___ Given data ___

from dataclasses import replace

import numpy as np
import pytest

from layout.instrument import (
    Compensation,
    EndHeights,
    Heights,
    Listed,
    Nut,
    Same,
    ShortStart,
    Sides,
    Slots,
    Tooling,
)
from layout.plan.compensating import compensate, unmoved_nut_mm, zero_offset_mm
from layout.plan.laying import lay_out
from layout.plan.sounding import describe_strings
from layout.strings.stopping import predict_stops


def solved(job):
    laid = lay_out(job)
    return compensate(job, laid, describe_strings(job, laid))


def asking(job, nut, saddle, **more):
    return replace(job, compensation=Compensation(nut, saddle, None, 1, 12, **more))


def ends_in_plan(job, figures, *, saddle):
    strings = lay_out(job).strings
    return (strings.bridge_mm if saddle else strings.nut_mm) + figures[:, None] * strings.direction


def off_straight(points):
    """Largest distance along x from the line through the outer two points."""
    x, y = points.T
    line = x[0] + (x[-1] - x[0]) * (y - y[0]) / (y[-1] - y[0])
    return np.abs(x - line).max()


# Nut ---------------------------------------------------------------------------------------------


def test_zero_at_the_edge_and_in_the_kerf(parlour):
    saw = Tooling("saw", kerf_mm=(0.6, 0.6))
    kerf = replace(parlour, nut=Nut(zero="kerf"))
    assert zero_offset_mm(parlour) == 0.0
    assert zero_offset_mm(replace(kerf, tooling=saw)) == 0.3
    assert zero_offset_mm(replace(kerf, tooling=None, slots=Slots(0.5))) == 0.25
    found = solved(asking(replace(kerf, tooling=saw), "none", "straight"))
    assert found.nut_shift_mm.tolist() == [0.3] * 6
    # The ladder's unmoved nut stands there too: its second rung is the choice just made.
    assert found.pitch.ladder[1].rms_cents == pytest.approx(found.pitch.rms_cents, abs=1e-9)


@pytest.mark.parametrize("nut", ["none", "one", "straight", "each", Same(0.4)])
def test_a_zero_fret_holds_every_string_at_zero(parlour, nut):
    found = solved(asking(replace(parlour, nut=Nut(zero="fret")), nut, "each"))
    assert found.nut_shift_mm.tolist() == [0.0] * 6
    assert [(rung.nut, rung.saddle) for rung in found.pitch.ladder] == [
        ("none", "none"),
        ("none", "straight"),
        ("none", "each"),
    ]


def test_a_short_string_stands_behind_its_fret_where_the_job_says_so(banjo):
    strings = (*banjo.strings[:4], replace(banjo.strings[4], starts_at=ShortStart(5, 3.0)))
    job = replace(banjo, strings=strings, nut=Nut(zero="kerf"))
    assert unmoved_nut_mm(job).tolist() == [0.29] * 4 + [-3.0]
    assert solved(job).nut_shift_mm.tolist() == [0.29] * 4 + [-3.0]
    # The longer open string makes every stop sharper by what its length grew.
    behind, plain = (
        solved(asking(each, "none", "none")).pitch.predicted_cents[4, 5:]
        for each in (replace(job, nut=Nut()), banjo)
    )
    scale = lay_out(banjo).strings.scale_mm[4]
    # At its first stop the finger stretches the longer string less.
    assert (behind - plain)[1:] == pytest.approx(1200 * np.log2((scale + 3) / scale), abs=0.6)
    assert 7 < (behind - plain)[0] < 10


# Listed figures ----------------------------------------------------------------------------------

LISTED = (0.1, 0.2, 0.3, 0.4, 0.5, 0.6)


def test_listed_figures_stand_as_they_are(parlour):
    found = solved(asking(parlour, Listed(LISTED), Listed(LISTED)))
    assert tuple(found.nut_shift_mm) == LISTED
    assert tuple(found.setback_mm) == LISTED
    found = solved(asking(parlour, Same(0.4), Same(1.5)))
    assert (set(found.nut_shift_mm), set(found.setback_mm)) == ({0.4}, {1.5})


@pytest.mark.parametrize("name", ["parlour", "fan"])
def test_figures_at_both_sides_lie_on_a_straight_line_in_plan(request, name):
    job = request.getfixturevalue(name)
    found = solved(asking(job, Sides(0.3, 0.9), Sides(1.2, 3.4)))
    assert found.nut_shift_mm[[0, -1]] == pytest.approx([0.3, 0.9], abs=1e-12)
    assert found.setback_mm[[0, -1]] == pytest.approx([1.2, 3.4], abs=1e-12)
    assert off_straight(ends_in_plan(job, found.nut_shift_mm, saddle=False)) < 1e-9
    assert off_straight(ends_in_plan(job, found.setback_mm, saddle=True)) < 1e-9


def test_figures_at_both_sides_leave_a_short_string_s_own_nut(banjo):
    found = solved(asking(banjo, Sides(0.2, 0.5), Sides(1.0, 2.0)))
    assert found.nut_shift_mm[[0, 3, 4]] == pytest.approx([0.2, 0.5, 0.0], abs=1e-12)
    assert off_straight(ends_in_plan(banjo, found.nut_shift_mm, saddle=False)[:4]) < 1e-9
    # Its saddle point is on the line of all.
    assert found.setback_mm[[0, 4]] == pytest.approx([1.0, 2.0], abs=1e-12)
    assert off_straight(ends_in_plan(banjo, found.setback_mm, saddle=True)) < 1e-9


def test_a_listed_short_string_counts_from_where_its_nut_stands(banjo):
    strings = (*banjo.strings[:4], replace(banjo.strings[4], starts_at=ShortStart(5, 3.0)))
    job = replace(banjo, strings=strings)
    found = solved(asking(job, Listed((0.1, 0.1, 0.1, 0.1, 0.2)), "none"))
    assert found.nut_shift_mm.tolist() == pytest.approx([0.1, 0.1, 0.1, 0.1, -2.8], abs=1e-12)


def test_sides_of_one_string(parlour):
    one = replace(parlour, strings=parlour.strings[:1])
    found = solved(asking(one, Sides(0.2, 0.4), Sides(1.0, 2.0)))
    assert (found.nut_shift_mm[0], found.setback_mm[0]) == pytest.approx((0.3, 1.5), abs=1e-12)


# Rules -------------------------------------------------------------------------------------------


def test_straight_lies_straight_and_one_is_one(parlour):
    found = solved(asking(parlour, "one", "straight"))
    assert np.ptp(found.nut_shift_mm) < 1e-12
    assert off_straight(ends_in_plan(parlour, found.setback_mm, saddle=True)) < 1e-9
    assert np.ptp(found.setback_mm) > 0.1


def test_the_prediction_is_that_of_the_stops_as_planned(parlour):
    laid = lay_out(parlour)
    sounding = describe_strings(parlour, laid)
    found = compensate(parlour, laid, sounding)
    cents = predict_stops(
        sounding.body,
        sounding.lie,
        laid.frets.met_mm,
        nut_shift_mm=found.nut_shift_mm,
        setback_mm=found.setback_mm,
    ).cents
    pitch = found.pitch
    assert pitch.predicted_cents == pytest.approx(cents, abs=1e-9)
    assert pitch.error_cents == pytest.approx(cents - laid.target_cents, abs=1e-9)
    assert sum(pitch.parts_cents.values()) == pytest.approx(pitch.error_cents, abs=1e-9)
    balanced = pitch.error_cents[:, :12]
    assert pitch.rms_cents == pytest.approx(np.sqrt(np.mean(balanced**2)), abs=1e-12)
    assert pitch.rms_all_cents == pytest.approx(np.sqrt(np.mean(pitch.error_cents**2)), abs=1e-12)
    worst = pitch.worst
    assert abs(worst.cents) == np.abs(balanced).max()
    assert pitch.error_cents[worst.string - 1, worst.fret - 1] == worst.cents
    assert abs(pitch.worst_all.cents) == np.abs(pitch.error_cents).max()


def test_a_clash_is_heard_where_the_fret_lies_and_never_balanced_away(parlour, lute):
    keyed = replace(
        parlour,
        heights=Heights(EndHeights(Same(0.5), Same(3.5))),
        frets=replace(lute.frets, favour={1: "sharp"}),
        strings=tuple(
            replace(s, note=n.note) for s, n in zip(parlour.strings, lute.strings, strict=True)
        ),
    )
    plain = replace(keyed, frets=lute.frets)
    keyed, plain = (asking(job, "each", "each") for job in (keyed, plain))
    found, other = solved(keyed), solved(plain)
    assert found.setback_mm == pytest.approx(other.setback_mm, abs=1e-9)
    moved = found.pitch.predicted_cents - other.pitch.predicted_cents
    assert np.abs(moved[:, 0]).min() > 10
    assert np.abs(moved[:, 1:]).max() < 1e-9


@pytest.mark.parametrize("name", ["parlour", "banjo"])
def test_more_freedom_is_never_worse(request, name):
    ladder = solved(request.getfixturevalue(name)).pitch.ladder
    assert [(rung.nut, rung.saddle) for rung in ladder] == [
        ("none", "none"),
        ("none", "straight"),
        ("none", "each"),
        ("each", "each"),
    ]
    rms = [rung.rms_cents for rung in ladder]
    assert (np.diff(rms) < 1e-9).all()
    assert rms[0] > 2 * rms[-1]
    assert all(rung.worst_cents >= rung.rms_cents for rung in ladder)


def test_weights_and_range_say_what_is_balanced(parlour):
    heavy = solved(asking(parlour, "none", "each", weights={12: 1000.0}))
    assert np.abs(heavy.pitch.error_cents[:, 11]).max() < 0.05
    plain = solved(asking(parlour, "none", "each"))
    assert np.abs(plain.pitch.error_cents[:, 11]).max() > 0.2
    one = solved(replace(parlour, compensation=Compensation("none", "each", None, 5, 5)))
    assert np.abs(one.pitch.error_cents[:, 4]).max() < 1e-6
    assert one.pitch.worst.fret == 5


def test_a_saddle_s_thickness_limits_and_costs(parlour):
    thin = replace(parlour, compensation=Compensation("each", "each", 0.5, 1, 12))
    found = solved(thin)
    assert found.strip.width_mm <= 0.5 + 1e-9
    assert found.limit_cost_cents > 0.05
    wide = solved(replace(parlour, compensation=Compensation("each", "each", 5.0, 1, 12)))
    assert wide.limit_cost_cents == 0.0
    assert solved(asking(parlour, "each", "each")).limit_cost_cents is None


def test_the_strip_holds_every_crown_point(parlour):
    found = solved(parlour)
    points = ends_in_plan(parlour, found.setback_mm, saddle=True)
    strip = found.strip
    away = (points[:, 0] - strip.at_centre_mm) * np.cos(strip.slant) - points[:, 1] * np.sin(
        strip.slant
    )
    assert np.abs(away).max() == pytest.approx(strip.width_mm / 2, abs=1e-9)


def test_tensions_are_those_over_the_planned_nut_and_saddle(parlour):
    job = asking(parlour, Same(0.0), Same(6.0))
    longer, plain = solved(job).tension_n, solved(asking(parlour, "none", "none")).tension_n
    assert longer / plain == pytest.approx((634.65 / 628.65) ** 2, rel=2e-4)


# Without data ------------------------------------------------------------------------------------


@pytest.mark.parametrize("lacking", ["gauges", "heights"])
def test_without_gauges_or_heights_nothing_is_claimed(six, parlour, lacking):
    job = six if lacking == "gauges" else replace(parlour, heights=None)
    found = solved(asking(job, Listed(LISTED), Sides(1.0, 2.0)))
    assert found.pitch is None
    assert found.tension_n is None
    assert found.limit_cost_cents is None
    assert tuple(found.nut_shift_mm) == LISTED
    assert off_straight(ends_in_plan(job, found.setback_mm, saddle=True)) < 1e-9
    assert found.strip.width_mm < 1e-9


def test_open_strings_stay_where_they_are(parlour):
    bass = replace(parlour.strings[5], open_length_mm=900.0)
    found = solved(replace(parlour, strings=(*parlour.strings, bass)))
    assert (found.nut_shift_mm[6], found.setback_mm[6]) == (0.0, 0.0)
    assert np.isnan(found.pitch.predicted_cents[6]).all()
    assert np.isnan(found.pitch.target_cents[6]).all()
    assert np.isfinite(found.pitch.predicted_cents[:6]).all()


def test_nothing_served_has_no_claim(banjo):
    pitch = solved(banjo).pitch
    assert np.isnan(pitch.predicted_cents[4, :5]).all()
    assert np.isfinite(pitch.predicted_cents[4, 5:]).all()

___

▶ Description of the task
Wherever the string "Same" appears in a line above, copy that line.

▶ Solution to this exercise
    Same,
@pytest.mark.parametrize("nut", ["none", "one", "straight", "each", Same(0.4)])
    found = solved(asking(parlour, Same(0.4), Same(1.5)))
        heights=Heights(EndHeights(Same(0.5), Same(3.5))),
    job = asking(parlour, Same(0.0), Same(6.0))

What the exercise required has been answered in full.